• [TASK] Return, in their exact form, the lines that lie between the start of the data below and the line containing "(the definition PAF", with both ends included.

• [DATA TO PROCESS]
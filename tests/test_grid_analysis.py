"""A ``[grid]`` analysis end to end: rasters (or a cell table) and a burden
table by zone give each zone's attributable cases, checked against the
exact per-cell computation done here in numpy from the cells themselves
(the definition PAF = 1 - sum p / sum p RR_m(x) over the cells; Murray et
al. 2003 for the form, from memory), and the errors a user can make.

The cells are invented: each zone's concentrations are a lognormal sample
of a GM and GSD chosen here, the population uniform.
"""

from __future__ import annotations

import dataclasses
import json
import math
import subprocess
import sys
from pathlib import Path

import numpy as np
import pytest

pytest.importorskip("rioxarray")
import xarray as xr

from doseattr.analysis.config import analysis_from_dict, load_analysis, with_scheduler
from doseattr.analysis.pipeline import run_analysis
from doseattr.errors import InputError

sys.path.insert(0, str(Path(__file__).parent))
from schema_check import problems

NY, NX = 24, 30  # 720 cells, 4 zones of 12 x 15
ZONES = {11: ("Harbour", 6.0, 1.6), 12: ("Hills", 9.0, 1.8), 21: ("Mill", 14.0, 1.5),
         22: ("Ridge", 4.0, 2.0)}  # id: (name, GM, GSD), invented
NODATA = -9999.0
BETA = math.log(1.07) / 10.0  # log-linear, RR 1.07 per 10 (invented)
M = 2.5  # minimum-risk level (invented)


def _cells(seed: int = 5):
    rng = np.random.default_rng(seed)
    zone = np.empty((NY, NX), dtype=np.int32)
    ids = list(ZONES)
    for k, z in enumerate(ids):
        zone[(k // 2) * 12:(k // 2 + 1) * 12, (k % 2) * 15:(k % 2 + 1) * 15] = z
    gm = np.vectorize(lambda z: ZONES[z][1])(zone)
    gsd = np.vectorize(lambda z: ZONES[z][2])(zone)
    conc = gm * np.exp(np.log(gsd) * rng.standard_normal((NY, NX)))
    pop = rng.uniform(5.0, 150.0, (NY, NX))
    conc_nd = np.zeros((NY, NX), bool)
    conc_nd[3, 4] = conc_nd[20, 25] = True
    pop_nd = np.zeros((NY, NX), bool)
    pop_nd[0, 0] = True
    return conc, pop, zone, conc_nd, pop_nd
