"""Shared helpers for the analysis and command-line tests: write an analysis
file and its tables into a temporary folder.

The tables below are test inputs only (invented numbers are fine as inputs;
every expected value in the tests comes from an outside reference).
"""

from __future__ import annotations

import textwrap
from pathlib import Path

BANDS = """\
lower,upper,rr,ci_lower,ci_upper,cases,controls
0,10,1,,,120,480
10,20,1.18,0.85,1.64,95,310
20,40,1.42,1.01,2.00,88,220
40,,1.85,1.22,2.80,54,105
"""

MEASUREMENTS = """\
value,weight
12.0,1
9.5,2
15.6,1
3.7,1
17.3,3
11.0,1
8.2,2
26.4,1
"""

ANALYSIS = """\
unit = "ug/m3"

[curve]
table = "bands.csv"
model = "log-linear"

[exposure]
table = "measurements.csv"
family = "lognormal"

[[scenario]]
name = "cap"
cap = 20
"""


def write_case(folder: Path, analysis: str = ANALYSIS, *, bands: str | None = BANDS,
               measurements: str | None = MEASUREMENTS) -> Path:
    """Write ``analysis.toml`` (dedented) and the tables; return its path."""
    folder.mkdir(parents=True, exist_ok=True)
    if bands is not None:
        (folder / "bands.csv").write_text(bands)
    if measurements is not None:
        (folder / "measurements.csv").write_text(measurements)
    path = folder / "analysis.toml"
    path.write_text(textwrap.dedent(analysis))
    return path


def replace_section(analysis: str, section: str, body: str) -> str:
    """``analysis`` with the body of ``[section]`` replaced by ``body``."""
    lines = analysis.splitlines()
    out, skipping = [], False
    for line in lines:
        if line.strip().startswith("["):
            skipping = line.strip() == f"[{section}]"
            if skipping:
                out.append(line)
                out.extend(textwrap.dedent(body).strip().splitlines())
                continue
        if not skipping:
            out.append(line)
    return "\n".join(out) + "\n"
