"""Non-detects: ROS plotting positions (against statsmodels), substitution,
goodness of fit (against scipy.stats.kstest) and Q-Q points."""

import numpy as np
import pandas as pd
import pytest
from scipy import stats
from statsmodels.imputation import ros

from doseattr.core.exposure import (
    fit_measurements,
    from_gm_gsd,
    goodness_of_fit,
    qq_points,
    ros_plotting_positions,
    substitute_nondetects,
)
from doseattr.errors import ModelError


def statsmodels_positions(values, censored):
    """Plotting positions from statsmodels.imputation.ros, following the
    steps of its ``_do_ros`` (cohn numbers, sort, limit index, group rank,
    plotting positions); returns (value, censored, position) rows sorted."""
    df = pd.DataFrame({"obs": values, "cen": censored})
    cohn = ros.cohn_numbers(df, "obs", "cen")
    m = ros._ros_sort(df, "obs", "cen")
    m["det_limit_index"] = m["obs"].apply(ros._detection_limit_index, args=(cohn,))
    m["rank"] = ros._ros_group_rank(m, "det_limit_index", "cen")
    m["plot_pos"] = ros.plotting_positions(m, "cen", cohn)
    return np.array(sorted(zip(m["obs"], m["cen"], m["plot_pos"])))


# (values, detected); the 1s in the arrays below mark non-detects
DATASETS = [
    # two limits, detects between and above them, one detect below the lowest limit
    (np.array([0.8, 1.0, 1.0, 1.5, 2.0, 2.0, 2.0, 2.5, 3.1, 4.0, 5.2, 6.0, 7.7, 9.4, 12.0]),
     ~np.array([0, 1, 1, 0, 1, 1, 0, 0, 0, 0, 0, 0, 0, 0, 0], bool)),
    # three limits, several non-detects at each
    (np.array([0.5, 0.5, 0.5, 0.7, 1.0, 1.0, 1.2, 2.0, 2.0, 2.2, 3.0, 4.5, 4.0, 8.0, 0.9, 1.8]),
     ~np.array([1, 1, 1, 0, 1, 1, 0, 1, 1, 0, 0, 0, 0, 0, 0, 0], bool)),
]


@pytest.mark.parametrize("values,detected", DATASETS)
def test_ros_positions_match_statsmodels(values, detected):
    """Source: statsmodels.imputation.ros (Hirsch & Stedinger 1987 positions
    as used for ROS by Helsel)."""
    pos = ros_plotting_positions(values, detected)
    ours = np.array(sorted(zip(values, ~detected, pos)))
    np.testing.assert_allclose(ours, statsmodels_positions(values, ~detected), rtol=1e-12)


def test_ros_positions_match_statsmodels_on_random_data():
    """Source: statsmodels.imputation.ros on seeded random datasets with ties
    and several detection limits (none above the largest detect, which
    statsmodels drops)."""
    rng = np.random.default_rng(12)
    for _ in range(20):
        values = np.round(rng.lognormal(0.0, 1.0, 30), 1) + 0.1
        detected = rng.uniform(size=30) < 0.7
        detected[np.argmax(values)] = True
        pos = ros_plotting_positions(values, detected)
        ours = np.array(sorted(zip(values, ~detected, pos)))
        np.testing.assert_allclose(ours, statsmodels_positions(values, ~detected), rtol=1e-12)


def test_ros_positions_without_non_detects_are_weibull_positions():
    """Source: Weibull plotting positions r / (n + 1) (common practice)."""
    x = np.array([3.0, 1.0, 2.0, 5.0])
    np.testing.assert_allclose(ros_plotting_positions(x, np.ones(4, bool)), [0.6, 0.2, 0.4, 0.8], rtol=1e-15)


def test_substitution_is_explicit_and_checked():
    """Source: definition of substitution (non-detect -> fraction x limit)."""
    x = np.array([1.0, 2.0, 4.0])
    d = np.array([True, False, True])
    np.testing.assert_array_equal(substitute_nondetects(x, d, 0.5), [1.0, 1.0, 4.0])
    with pytest.raises(ModelError, match="fraction must be between 0 and 1"):
        substitute_nondetects(x, d, 2.0)


def test_ks_on_uncensored_fit_matches_scipy():
    """Source: scipy.stats.kstest against scipy.stats.lognorm with the fitted
    parameters (taken from scipy.stats.lognorm.fit)."""
    x = stats.lognorm(0.7, scale=2.0).rvs(80, random_state=np.random.default_rng(1))
    e = fit_measurements("lognormal", x)
    s, _, scale = stats.lognorm.fit(x, floc=0)
    ref = stats.kstest(x, stats.lognorm(s, scale=scale).cdf)
    gof = goodness_of_fit(e)
    np.testing.assert_allclose([gof["statistic"], gof["p_value"]], [ref.statistic, ref.pvalue], rtol=1e-6)
    assert "approximate" in gof["note"]


def test_ks_with_one_detection_limit_uses_the_conditional_distribution():
    """Source: scipy.stats.kstest of the detects against
    (F(x) - F(L)) / (1 - F(L)), F the fitted scipy.stats.lognorm."""
    x = stats.lognorm(0.7, scale=2.0).rvs(100, random_state=np.random.default_rng(2))
    limit = np.quantile(x, 0.25)
    d = x >= limit
    v = np.where(d, x, limit)
    e = fit_measurements("lognormal", v, detected=d)
    ref = e.family.scipy(e.params)
    expected = stats.kstest(v[d], lambda y: (ref.cdf(y) - ref.cdf(limit)) / ref.sf(limit))
    gof = goodness_of_fit(e)
    np.testing.assert_allclose(gof["statistic"], expected.statistic, rtol=1e-10)
    assert gof["n"] == int(d.sum())


def test_gof_falls_back_to_ppcc_with_several_limits_or_weights():
    """No standard KS test applies with several limits or unequal weights
    (documented); the PPCC is reported instead, without a p-value; for
    weights it equals numpy.corrcoef of ln x with ln scipy ppf at the
    Weibull positions rank/(n + 1) (no censoring)."""
    values, detected = DATASETS[1]
    several = goodness_of_fit(fit_measurements("lognormal", values, detected=detected))
    assert several["test"] == "probability plot correlation" and several["p_value"] is None
    x = np.array([1.0, 2.0, 3.5, 5.0, 8.0])
    weighted = fit_measurements("lognormal", x, weights=[1, 2, 1, 2, 1])
    res = goodness_of_fit(weighted)
    assert "weighted" in res["note"]
    q = weighted.family.scipy(weighted.params).ppf(np.arange(1, 6) / 6)
    np.testing.assert_allclose(res["statistic"], np.corrcoef(np.log(q), np.log(x))[0, 1],
                               rtol=1e-10)
    with pytest.raises(ModelError, match="not fitted to measurements"):
        goodness_of_fit(from_gm_gsd(2.0, 2.0))


def test_qq_points():
    """Source: theoretical quantiles are scipy.stats ppf at the ROS plotting
    positions (statsmodels, as above), observed values sorted with them."""
    values, detected = DATASETS[0]
    e = fit_measurements("lognormal", values, detected=detected)
    theo, obs, mask = qq_points(e)
    ref = statsmodels_positions(values, ~detected)
    order = np.argsort(ref[:, 2], kind="stable")
    np.testing.assert_allclose(theo, e.family.scipy(e.params).ppf(ref[order, 2]), rtol=1e-10)
    np.testing.assert_allclose(np.sort(obs[mask]), np.sort(values[detected]))
    assert np.all(np.diff(theo) >= 0) and mask.sum() == detected.sum()


def test_ppcc_with_several_limits_matches_statsmodels_positions():
    """With several detection limits the goodness of fit is the probability
    plot correlation coefficient (Filliben 1975, from memory): the Pearson
    correlation (numpy.corrcoef) of ln(detected values) with ln of the
    fitted quantiles (scipy.stats ppf) at their ROS plotting positions,
    the positions here from statsmodels.imputation.ros."""
    from doseattr.core.exposure.fit import fit_measurements
    from doseattr.core.exposure.gof import goodness_of_fit
    from doseattr.core.exposure.registry import FAMILIES

    values, detected = DATASETS[1]
    ex = fit_measurements(FAMILIES["lognormal"], values, detected=detected)
    res = goodness_of_fit(ex)
    rows = statsmodels_positions(values, ~detected)
    det = rows[:, 1] == 0
    q = ex.family.scipy(ex.params).ppf(rows[det, 2])
    expected = np.corrcoef(np.log(q), np.log(rows[det, 0]))[0, 1]
    assert res["test"] == "probability plot correlation" and res["p_value"] is None
    np.testing.assert_allclose(res["statistic"], expected, rtol=1e-10)
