"""Cumulative exposure from work histories, and the 8-hour TWA."""

from datetime import date

import numpy as np
import pytest

from doseattr.core.exposure import cumulative_exposure, twa_8h
from doseattr.errors import ModelError


def d(*texts):
    return np.array(texts, dtype="datetime64[D]")


def test_cumulative_exposure_with_lag():
    """Source: definition, cumulative = sum intensity x days / 365.25 before
    the cutoff as_of - lag; day counts from Python's datetime.date arithmetic.
    Worker A: 2000-01-01..2004-01-01 at 1.0 and 2005-01-01..2010-01-01 at 2.0;
    worker B: 2001-01-01..2003-01-01 at 0.5. as_of 2012-01-01, lag 5 years:
    cutoff = 2012-01-01 minus 1826.25 days, inside A's second job."""
    w = cumulative_exposure(["A", "A", "B"], d("2000-01-01", "2005-01-01", "2001-01-01"),
                            d("2004-01-01", "2010-01-01", "2003-01-01"), [1.0, 2.0, 0.5],
                            as_of=np.datetime64("2012-01-01"), lag_years=5)
    cutoff = (date(2012, 1, 1) - date(2005, 1, 1)).days - 5 * 365.25  # days after 2005-01-01
    a_days = [(date(2004, 1, 1) - date(2000, 1, 1)).days, cutoff]
    b_days = (date(2003, 1, 1) - date(2001, 1, 1)).days
    np.testing.assert_array_equal(w.workers, ["A", "B"])
    np.testing.assert_allclose(w.cumulative, [(1.0 * a_days[0] + 2.0 * a_days[1]) / 365.25, 0.5 * b_days / 365.25],
                               rtol=1e-14)
    np.testing.assert_allclose(w.duration_years, [sum(a_days) / 365.25, b_days / 365.25], rtol=1e-14)
    np.testing.assert_allclose(w.mean_intensity, [(a_days[0] + 2 * a_days[1]) / sum(a_days), 0.5], rtol=1e-14)


def test_jobs_after_the_cutoff_count_nothing_and_inclusive_ends():
    """Source: definition (no time before the cutoff -> 0 exposure, mean
    intensity reported as 0); an inclusive end date adds one day."""
    w = cumulative_exposure([7], d("2020-01-01"), d("2021-01-01"), [3.0], as_of=np.datetime64("2019-06-01"))
    assert w.cumulative[0] == 0.0 and w.mean_intensity[0] == 0.0
    incl = cumulative_exposure([7], d("2020-01-01"), d("2020-12-31"), [3.0], as_of=np.datetime64("2030-01-01"),
                               end_inclusive=True)
    np.testing.assert_allclose(incl.duration_years, [366 / 365.25], rtol=1e-14)


def test_history_refusals_name_worker_and_rows():
    """Source: contract (ModelError naming the worker and rows)."""
    with pytest.raises(ModelError, match=r"row 2 \(worker 'B'\): the job ends before it starts"):
        cumulative_exposure(["A", "B"], d("2000-01-01", "2001-01-01"), d("2000-06-01", "2000-06-01"), [1, 1],
                            as_of=np.datetime64("2010-01-01"))
    with pytest.raises(ModelError, match="worker 'A': jobs in rows 1 and 3 overlap"):
        cumulative_exposure(["A", "B", "A"], d("2000-01-01", "2000-01-01", "2000-06-01"),
                            d("2001-01-01", "2001-01-01", "2002-01-01"), [1, 1, 1],
                            as_of=np.datetime64("2010-01-01"))
    with pytest.raises(ModelError, match="intensity must be a number >= 0"):
        cumulative_exposure(["A"], d("2000-01-01"), d("2001-01-01"), [-1.0], as_of=np.datetime64("2010-01-01"))
    with pytest.raises(ModelError, match="has no date"):
        cumulative_exposure(["A"], np.array(["NaT"], dtype="datetime64[D]"), d("2001-01-01"), [1.0],
                            as_of=np.datetime64("2010-01-01"))
    with pytest.raises(ModelError, match="numpy datetime64"):
        cumulative_exposure(["A"], ["2000-01-01"], d("2001-01-01"), [1.0], as_of=np.datetime64("2010-01-01"))


def test_back_to_back_jobs_do_not_overlap():
    """Source: half-open periods [start, end): a job ending the day the next starts."""
    w = cumulative_exposure(["A", "A"], d("2000-01-01", "2001-01-01"), d("2001-01-01", "2002-01-01"), [1.0, 1.0],
                            as_of=np.datetime64("2010-01-01"))
    np.testing.assert_allclose(w.duration_years, [731 / 365.25], rtol=1e-14)


def test_twa_8h():
    """Source: 8-hour TWA = sum C_i t_i / 480 min (common practice). Derived
    by hand: 2 h at 0.12 and 6 h at 0.04 mg/m3 give (14.4 + 14.4)/480 = 0.06;
    a 4 h sample at 0.2 with the rest unexposed gives 0.1."""
    np.testing.assert_allclose(twa_8h([0.12, 0.04], [120, 360]), 0.06, rtol=1e-14)
    np.testing.assert_allclose(twa_8h([0.2], [240]), 0.1, rtol=1e-14)
    with pytest.raises(ModelError, match="equal length"):
        twa_8h([0.1, 0.2], [60])
    with pytest.raises(ModelError, match=">= 0"):
        twa_8h([0.1], [-5])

• [SOLUTION FOR THIS PROBLEM]
filename tests/test_grid_analysis.py
"""A ``[grid]`` analysis end to end: rasters (or a cell table) and a burden
table by zone give each zone's attributable cases, checked against the
exact per-cell computation done here in numpy from the cells themselves
(the definition PAF = 1 - sum p / sum p RR_m(x) over the cells; Murray et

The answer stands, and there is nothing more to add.